def _csv_frame(policies: pd.DataFrame) -> pd.DataFrame:
    """Policies frame as written to CSV: distribution names and notes in words."""
    out = policies.copy()
    if np.issubdtype(out["distribution"].dtype, np.number):
        out["distribution"] = distribution_names(out["distribution"].to_numpy())
    if not pd.api.types.is_object_dtype(out["note"]):
        words = {int(f): note_words(int(f)) for f in np.unique(out["note"].to_numpy())}
        out["note"] = out["note"].map(words)
    return out


def _text_frame(frame: pd.DataFrame) -> pd.DataFrame:
    """Every cell as text: floats with 6 significant digits (empty for NaN), the rest as they are."""
    out: dict[str, Any] = {}
    for column in frame.columns:
        values = frame[column]
        if pd.api.types.is_float_dtype(values):
            # formatting number by number in Python beats pandas' float_format path several times over
            out[column] = ["" if v != v else f"{v + 0.0:.6g}" for v in values.tolist()]
        else:
            out[column] = values.to_numpy()
    return pd.DataFrame(out, index=frame.index)


def _with_current(frame: pd.DataFrame, current: pd.DataFrame | None) -> pd.DataFrame:
    if current is None:
        return frame
    keep = current[
        ["site", "item", "reorder_point", "order_quantity", "total_cost", "fill_rate", "cycle_service"]
    ].rename(columns=lambda c: c if c in ("site", "item") else f"current_{c}")
    return frame.merge(keep, on=["site", "item"], how="left")


def _json_number(value: Any) -> Any:
    if isinstance(value, float | np.floating):
        value = float(value)
        return None if not math.isfinite(value) else round(value, 6)
    if isinstance(value, np.integer):
        return int(value)
    return value


def _clean(obj: Any) -> Any:
    if isinstance(obj, dict):
        return {str(k): _clean(v) for k, v in obj.items()}
    if isinstance(obj, list | tuple):
        return [_clean(v) for v in obj]
    return _json_number(obj)


def _summary_json(result: PlanResult, case_name: str, case_path: str) -> dict[str, Any]:
    sites = {
        row["site"]: {k: v for k, v in row.items() if k != "site"}
        for row in result.site_totals.to_dict(orient="records")
    }
    notes = _note_counts(result.policies)
    out: dict[str, Any] = {
        "tool": TOOL,
        "version": tool_version(),
        "command": result.command,
        "method": result.method,
        "created": datetime.now(UTC).strftime("%Y-%m-%dT%H:%M:%SZ"),
        "case": {"name": case_name, "path": case_path},
        "settings": result.settings.as_dict(),
        "network": result.network,
        "sites": sites,
        "notes": notes,
        "warnings": list(result.warnings),
    }
    if result.network_summary is not None and len(result.network_summary):
        out["network_plan"] = _network_plan_totals(result)
    section = getattr(result, "grouping", None)
    if section is not None:
        out["grouping"] = _grouping_json(section)
    if result.comparison is not None:
        out["today"] = {
            row["site"]: {k: v for k, v in row.items() if k != "site"}
            for row in result.comparison.to_dict(orient="records")
        }
    return _clean(out)
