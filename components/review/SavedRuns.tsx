'use client';

import { useQuery } from '@tanstack/react-query';
import { useEffect, useMemo, useState } from 'react';
import { ChangeTime } from '@/components/circuits/ChangeTime';
import { frameAt, prepareRun, type RunFrame, type RunTrace } from '@/components/editor/run/run-frame';
import { FormAlert } from '@/components/forms/FormAlert';
import { Button } from '@/components/ui/Button';
import type { CircuitDocument } from '@/engine/document/schema';
import type { Trace } from '@/engine/trace/trace';
import { fetchRunTrace, fetchSavedRuns, reviewKeys, type CommentAnchor } from './review-api';

/** A stored trace in the shape the drawing reads frames from. */
export function runTraceOf(trace: Trace): RunTrace {
  const columns = trace.signals.map((s) => Float64Array.from(s.values));
  let highestPa = 0;
  trace.signals.forEach((s, i) => {
    if (s.name.includes(':p:')) for (const p of columns[i]!) highestPa = Math.max(highestPa, p);
  });
  return { intervalS: trace.intervalS, time: Float64Array.from(trace.time), names: trace.signals.map((s) => s.name), columns, highestPa };
}

/**
 * The runs saved against this revision. Opening one replays it on the drawing with a time slider,
 * exactly as it ran (the inputs were stored and the trace with them), and lets a comment be pinned
 * to the moment on show.
 */
export function SavedRuns({
  circuitId,
  revisionNumber,
  document,
  onFrame,
  onPinMoment,
  focus,
}: {
  circuitId: string;
  revisionNumber: number;
  document: CircuitDocument;
  onFrame: (frame: RunFrame | null) => void;
  onPinMoment: (anchor: CommentAnchor) => void;
  /** A run moment to open (a comment pinned there was picked); give the component a new key to open another. */
  focus?: { runId: string; timeS: number };
}) {
  const runs = useQuery({ queryKey: reviewKeys.runs(circuitId), queryFn: ({ signal }) => fetchSavedRuns(circuitId, signal) });
  const [openRun, setOpenRun] = useState<string | null>(focus?.runId ?? null);
  const [t, setT] = useState(focus?.timeS ?? 0);
  const trace = useQuery({ queryKey: reviewKeys.trace(openRun ?? ''), queryFn: ({ signal }) => fetchRunTrace(openRun!, signal), enabled: openRun !== null, staleTime: Infinity });
  const replay = useMemo(() => (trace.data ? runTraceOf(trace.data) : null), [trace.data]);
  const prepared = useMemo(() => (replay ? prepareRun(replay.names, document) : null), [document, replay]);
  const endS = replay && replay.time.length ? replay.time[replay.time.length - 1]! : 0;
  useEffect(() => {
    onFrame(prepared && replay ? frameAt(prepared, replay, t) : null);
  }, [onFrame, prepared, replay, t]);
  const mine = (runs.data?.items ?? []).filter((r) => r.revisionNumber === revisionNumber);

  return (
    <div className="space-y-2" data-testid="saved-runs">
      {runs.isError ? <FormAlert tone="error">{runs.error.message}</FormAlert> : null}
      {runs.data && mine.length === 0 ? <p className="text-sm text-ink-soft">No run of revision {revisionNumber} has been saved. In the drawing, run it and use “Save this run”.</p> : null}
      <ul className="space-y-1">
        {mine.map((r) => (
          <li key={r.id} className="flex flex-wrap items-center justify-between gap-2 text-sm">
            <span className="text-ink">
              {r.name ?? `Run of ${r.untilS.toFixed(1)} s`} <span className="text-xs text-ink-soft">· {r.createdBy.name}, <ChangeTime iso={r.createdAt} /></span>
            </span>
            <Button
              size="sm"
              variant={openRun === r.id ? 'secondary' : 'quiet'}
              onClick={() => {
                setOpenRun(openRun === r.id ? null : r.id);
                setT(0);
              }}
              data-testid="saved-run-open"
            >
              {openRun === r.id ? 'Close' : 'Replay'}
            </Button>
          </li>
        ))}
      </ul>
      {openRun && trace.isPending ? <p className="text-sm text-ink-soft">Loading the run…</p> : null}
      {trace.isError ? <FormAlert tone="error">{trace.error.message}</FormAlert> : null}
      {replay ? (
        <div className="space-y-1">
          <label className="block text-xs text-ink-soft">
            Machine time, s
            <input
              type="range"
              min={0}
              max={endS}
              step={replay.intervalS}
              value={Math.min(t, endS)}
              onChange={(e) => setT(Number(e.target.value))}
              className="block w-full"
              data-testid="replay-slider"
            />
          </label>
          <p className="value text-sm text-ink" data-testid="replay-time">
            t = {t.toFixed(2)} s of {endS.toFixed(2)} s
          </p>
          <Button size="sm" variant="secondary" onClick={() => onPinMoment({ kind: 'run', runId: openRun!, timeS: Number(t.toFixed(3)) })} data-testid="replay-pin">
            Comment on this moment
          </Button>
        </div>
      ) : null}
    </div>
  );
}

WHAT NEEDS TO BE DONE: Search the listing for "secondary" and copy each line holding it.

RESULT BELOW:
              variant={openRun === r.id ? 'secondary' : 'quiet'}
          <Button size="sm" variant="secondary" onClick={() => onPinMoment({ kind: 'run', runId: openRun!, timeS: Number(t.toFixed(3)) })} data-testid="replay-pin">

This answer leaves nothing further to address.